BCH2203 - Winter 2022: 6. Classify downloaded protein structures

Opened: Sunday, 10 April 2022, 12:00 AM

Due: Sunday, 17 April 2022, 11:59 PM

In this assignment, you'll be trying out the k-means methods on protein structures. The proteins structures to use correspond to the human hemoglobin protein, as found on the PDB at rcsb.org, by searching for hemoglobin, and selecting "Homo sapiens" and the best refinement resolution (<1.5 Angstrom).

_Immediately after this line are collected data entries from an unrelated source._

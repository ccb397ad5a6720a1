"""What one damped step leaves to the next, and a checkpoint keeps."""

from __future__ import annotations

from collections.abc import Mapping
from dataclasses import asdict, dataclass, replace
from typing import Any

LONGEST = 200
SPECTRAL_FROM = 1e-3
"""Damping, as a share of the size of J^T J, from which on the spectral preconditioner serves."""


@dataclass(frozen=True)
class Memory:
    """The state of the damped stage between two steps.

    Parameters
    ----------
    step : int
        Steps kept so far.
    damping : float
        mu of the next step; 0 where there was none yet.
    spectral_from : float
        mu from which on the spectral preconditioner serves; 0 where it is not known yet.
    residuals : tuple of float
        Root mean square residuals of the last steps, the latest last.
    refused : bool
        No damping gave a step.
    """

    step: int = 0
    damping: float = 0.0
    spectral_from: float = 0.0
    residuals: tuple[float, ...] = ()
    refused: bool = False

    def begun(self, residual_rms: float) -> Memory:
        """Return the memory at the start, or on a new lattice, with the residual there."""
        return replace(self, residuals=(residual_rms,))

    def on_new_lattice(self) -> Memory:
        """Return the memory without residuals: those of another lattice cannot be compared."""
        return replace(self, residuals=())

    def scaled(self, scale: float) -> Memory:
        """Return the memory with what is still unknown set by the size of J^T J."""
        return replace(
            self,
            damping=self.damping or scale,
            spectral_from=self.spectral_from or SPECTRAL_FROM * scale,
        )

    def after(self, residual_rms: float, damping: float) -> Memory:
        """Return the memory after a kept step."""
        kept = (*self.residuals, residual_rms)[-LONGEST:]
        return replace(self, step=self.step + 1, damping=damping, residuals=kept)

    def with_damping(self, damping: float, refused: bool = False) -> Memory:
        """Return the memory after steps that were not kept."""
        return replace(self, damping=damping, refused=refused)

    def is_flat(self, steps: int, fall: float) -> bool:
        """Tell whether the residual fell by less than a share over the last steps.

        Examples
        --------
        >>> Memory(residuals=(1.0, 0.95, 0.92)).is_flat(2, 0.1), Memory(residuals=(1.0, 0.95)).is_flat(2, 0.1)
        (True, False)
        """
        if len(self.residuals) <= steps:
            return False
        return self.residuals[-1] > (1.0 - fall) * self.residuals[-1 - steps]

    def record(self) -> dict[str, Any]:
        """Return it as plain data, for JSON."""
        return asdict(self)

    @classmethod
    def of_record(cls, record: Mapping[str, Any]) -> Memory:
        """Return the memory that `record` wrote, also after JSON."""
        return cls(**{**record, "residuals": tuple(record["residuals"])})
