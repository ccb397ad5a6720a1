"""The damped stage: Levenberg-Marquardt steps that lower the mean square residual from a rough start.

A step d solves (J^T J + mu I) d = -J^T R over the field and the scalars, by conjugate gradients; it is bent
along its curvature by geodesic acceleration [1]_ and kept where it lowers the residual. Scalars without a
condition of their own (lengths) take part. The phase conditions are moved along: they only keep a step
from sliding the state along itself.

References
----------
.. [1] M. K. Transtrum, J. P. Sethna, "Improvements to the Levenberg-Marquardt algorithm for nonlinear
   least-squares minimization", arXiv:1201.5885 (2012): geodesic acceleration, measured with a difference of
   0.1, and its bound 0.75 (from memory).
"""

from __future__ import annotations

from collections.abc import Callable, Mapping
from dataclasses import dataclass
from typing import TYPE_CHECKING, Any

from lattice.solve.memory import Memory
from lattice.solve.normal import LinearOutcome, NormalEquations
from lattice.solve.normal_preconditioners import Preconditioners

if TYPE_CHECKING:
    from lattice.solve.normal import NormalPreconditioner
    from lattice.solve.registry import Preconditioner
    from lattice.solve.stop import StopFlag
    from lattice.system.system import System

FACTOR = 3.0
"""By which mu rises after a refused step, and falls after one that is kept at once."""
LEAST, MOST = 1e-12, 1e3
"""Bounds of mu, as shares of the size of J^T J."""
PROBE = 0.1
BENT = 0.75
"""Largest acceleration, as a share of the step, with which a step is kept [1]_."""
ACCELERATION_RTOL = 0.1
LOOSE_RTOL, TIGHT_RTOL, TIGHT_BELOW = 0.03, 0.01, 1e-3
"""Relative tolerances of the steps' solves, above and below this residual."""


@dataclass(frozen=True)
class DampedStep:
    """One kept step.

    Parameters
    ----------
    number : int
        0 is the start.
    residual_rms : float
        After it.
    damping : float
        mu it was made with.
    linear_iterations : int
        Conjugate gradient iterations, those of refused steps included.
    solve_iterations : int
        Those of the kept step alone, without its acceleration.
    preconditioner : str
        "spectral" or "inverse".
    """

    number: int
    residual_rms: float
    damping: float = 0.0
    linear_iterations: int = 0
    solve_iterations: int = 0
    preconditioner: str = ""


@dataclass(frozen=True)
class DampedResult:
    """How the stage ended on a lattice.

    Parameters
    ----------
    ending : str
        "small": the residual is as small as asked; "drifted": the lattice no longer fits the box;
        "stalled", "step limit" or "interrupted".
    reason : str
        In words.
    memory : Memory
    """

    ending: str
    reason: str
    memory: Memory


class Damped:
    """Levenberg-Marquardt steps of one system.

    Collective, as all methods.

    Parameters
    ----------
    system : System
    make : callable
        Makes an approximate inverse of the Jacobian, for small damping.
    options : object
        The job's section solve.damped.
    stop : StopFlag
    after_step : callable
        Called on every rank with the `DampedStep`, the `Memory` after it, the vector of unknowns and the
        residual vector, which it must not change.
    fits : callable
        Tells for the scalars' values whether the lattice still fits the box.
    """

    def __init__(
        self,
        system: System,
        make: Callable[[], Preconditioner],
        options: Any,
        stop: StopFlag,
        after_step: Callable[[DampedStep, Memory, Any, Any], None],
        fits: Callable[[Mapping[str, float]], bool],
    ) -> None:
        self.system, self.options, self.stop = system, options, stop
        self.after_step, self.fits = after_step, fits
        self.preconditioners = Preconditioners(system, make)
        self.equations = NormalEquations(system, stop.poll)
        self._residual, self._trial_residual = system.vector(), system.vector()
        self._right, self._velocity = system.vector(), system.vector()
        self._acceleration, self._trial = system.vector(), system.vector()

    def run(self, x: Any, memory: Memory) -> DampedResult:
        """Make steps from the vector of unknowns `x`, which is replaced, until one of the endings."""
        rms = self._at(x)
        if not memory.residuals:
            memory = memory.begun(rms)
            if memory.step == 0:
                self.after_step(DampedStep(0, rms), memory, x, self._residual)
        while True:
            found = self._ending(x, memory)
            if found is None:
                memory = self._step(x, memory)
            else:
                return DampedResult(*found, memory)

    def _at(self, x: Any) -> float:
        """Move the conditions to a point and compute the residual there; return its root mean square."""
        self.system.set_reference(x)
        self.system.residual(x, self._residual)
        return float(self._residual.norm()) / self.system.root_size

    def _ending(self, x: Any, memory: Memory) -> tuple[str, str] | None:
        """Return how the stage ends here and why, None where it goes on."""
        options, rms = self.options, memory.residuals[-1]
        if rms <= options.residual_rms:
            return "small", f"residual_rms is at most {options.residual_rms:.1e}"
        if self.stop.poll():
            return "interrupted", f"stopped by {self.stop.name}"
        if memory.refused:
            return "stalled", f"no damped step lowers residual_rms = {rms:.1e} any more"
        if memory.is_flat(options.stall_steps, options.stall_fall):
            return "stalled", (
                f"residual_rms = {rms:.1e} fell by less than {100 * options.stall_fall:.3g} % over"
                f" {options.stall_steps} damped steps; another start is cheaper than more steps"
            )
        if memory.step >= options.steps:
            return "step limit", "the largest number of damped steps is used up"
        if not self.fits(self.system.values_of(x)):
            return "drifted", "period or lengths have changed"
        return None

    def _step(self, x: Any, memory: Memory) -> Memory:
        """Make one kept step, raising the damping until there is one; return the memory after it."""
        rms = self._at(x)
        self.system.linearise(x)
        scale = self.preconditioners.new_point()
        memory = memory.scaled(scale)
        self.equations.gradient(self._residual, self._right)
        damping, iterations = memory.damping, 0
        first = damping
        while damping <= MOST * scale:
            name, helping = self.preconditioners.serving(damping, memory.spectral_from)
            solved = self._solve(damping, helping, LOOSE_RTOL if rms > TIGHT_BELOW else TIGHT_RTOL)
            iterations += solved.iterations
            if solved.stopped:
                return memory.with_damping(damping)
            self._shorten(x)
            bend, more = self._accelerate(x, damping, helping)
            iterations += more
            reached = self._try(x) if bend <= BENT else rms
            if reached < rms:
                self._trial.copy(x)
                self._trial_residual.copy(self._residual)
                # After a refusal the same mu is tried again: a lower one has just failed.
                lower = damping / FACTOR if damping == first else damping
                memory = memory.after(reached, max(lower, LEAST * scale))
                step = DampedStep(memory.step, reached, damping, iterations, solved.iterations, name)
                self.after_step(step, memory, x, self._residual)
                return memory
            damping *= FACTOR
        return memory.with_damping(damping, refused=True)

    def _solve(self, damping: float, helping: NormalPreconditioner, rtol: float) -> LinearOutcome:
        """Solve for the step at a damping."""
        most = self.options.linear_iterations
        return self.equations.solve(self._right, damping, helping, rtol, most, self._velocity)

    def _shorten(self, x: Any) -> None:
        """Shorten a step that would change the period or a length too much."""
        system = self.system
        moves = zip(system.unknowns, system.border_of(self._velocity), system.border_of(x), strict=True)
        sizes = [abs(dz / z) for u, dz, z in moves if u.name == "period" or u.name.startswith("length_")]
        largest = max(sizes, default=0.0)
        if largest > self.options.largest_move:
            self._velocity.scale(self.options.largest_move / largest)

    def _accelerate(self, x: Any, damping: float, helping: NormalPreconditioner) -> tuple[float, int]:
        """Solve for the acceleration; return its size as a share of the step's, and the iterations."""
        second, work = self._trial_residual, self._trial
        x.copy(work)
        work.axpy(PROBE, self._velocity)
        self.system.residual(work, second)
        second.axpy(-1.0, self._residual)
        second.scale(1.0 / PROBE)
        self.system.tangent(self._velocity, work)
        second.axpy(-1.0, work)
        second.scale(2.0 / PROBE)  # [1]: 2/h ((f(x + h v) - f(x))/h - J v)
        self.equations.gradient(second, work)
        most = self.options.linear_iterations
        solved = self.equations.solve(work, damping, helping, ACCELERATION_RTOL, most, self._acceleration)
        size = self._velocity.norm()
        return float(self._acceleration.norm() / size) if size else 0.0, solved.iterations

    def _try(self, x: Any) -> float:
        """Return the root mean square residual after the bent step."""
        x.copy(self._trial)
        self._trial.axpy(1.0, self._velocity)
        self._trial.axpy(0.5, self._acceleration)
        if not self._in_bounds(self._trial):
            return float("inf")
        self.system.residual(self._trial, self._trial_residual)
        return float(self._trial_residual.norm()) / self.system.root_size

    def _in_bounds(self, x: Any) -> bool:
        """Tell whether period and lengths are positive."""
        values = self.system.values_of(x)
        return all(v > 0.0 for n, v in values.items() if n == "period" or n.startswith("length_"))

    def destroy(self) -> None:
        """Free everything."""
        self.preconditioners.destroy()
        self.equations.destroy()
        for vector in (self._residual, self._trial_residual, self._right, self._velocity):
            vector.destroy()
        self._acceleration.destroy()
        self._trial.destroy()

This results in the following 44 PDBIDs:

6LCX, 6LCW, 6KAO, 6KAP, 6L5V, 6KA9, 6KAI, 6KAH, 6KAE, 3S66, 7JY3,
2D5Z, 2W72, 7DY4, 7DY3, 2DN2, 2DN1, 2DN3, 1J40, 1J41, 1IRD, 5QR5,
5QQR, 5QR1, 5QQY, 4Y08, 6TX8, 4HF3, 5O10, 3ZOO, 5TY3, 3TEM, 6YA6,
3UVC, 4GR8, 7N5O, 6H5W, 6E4F, 4QC4, 6J6M, 7P8X, 7MU3, 3U9W, 4AJX

Your task is to write a script that

Uses Biopython's Bio.PDB module to download the protein structure with these PDBIDs
For each, extracts the 3-dimensional positions of all the atoms
Computes or determines N, the number of atoms stored in the structure, and M, the mean square displacement of atoms from the center, defined as

$$ M\ =\ \frac{1}{N} \sum_{i} \left[ (x_{i} -<x>)^{2} + (y_{i} -<y>)^{2} + (z_{i} -<z>)^{2}\right]$$

where

$$ <x> =\ \frac{1}{N} \sum_{i} x_{i},\ <y> =\ \frac{1}{N} \sum_{i} y_{i} ,\ <z> =\ \frac{1}{N} \sum_{i} z_{i} $$

With these 44 pairs of (N,M), performs a k-means clustering with the number of cluster set to 3, 4, 5, and 6.
And produces plots of the results. The plots should be scatter plots of M and N, with the colour of each point determined by the cluster number found by the k-means method.

Your script may combine the four plots using subplots if you want. Submit your script and the four plots (or combination thereof) by April 17, 2022 at 23:55 PM.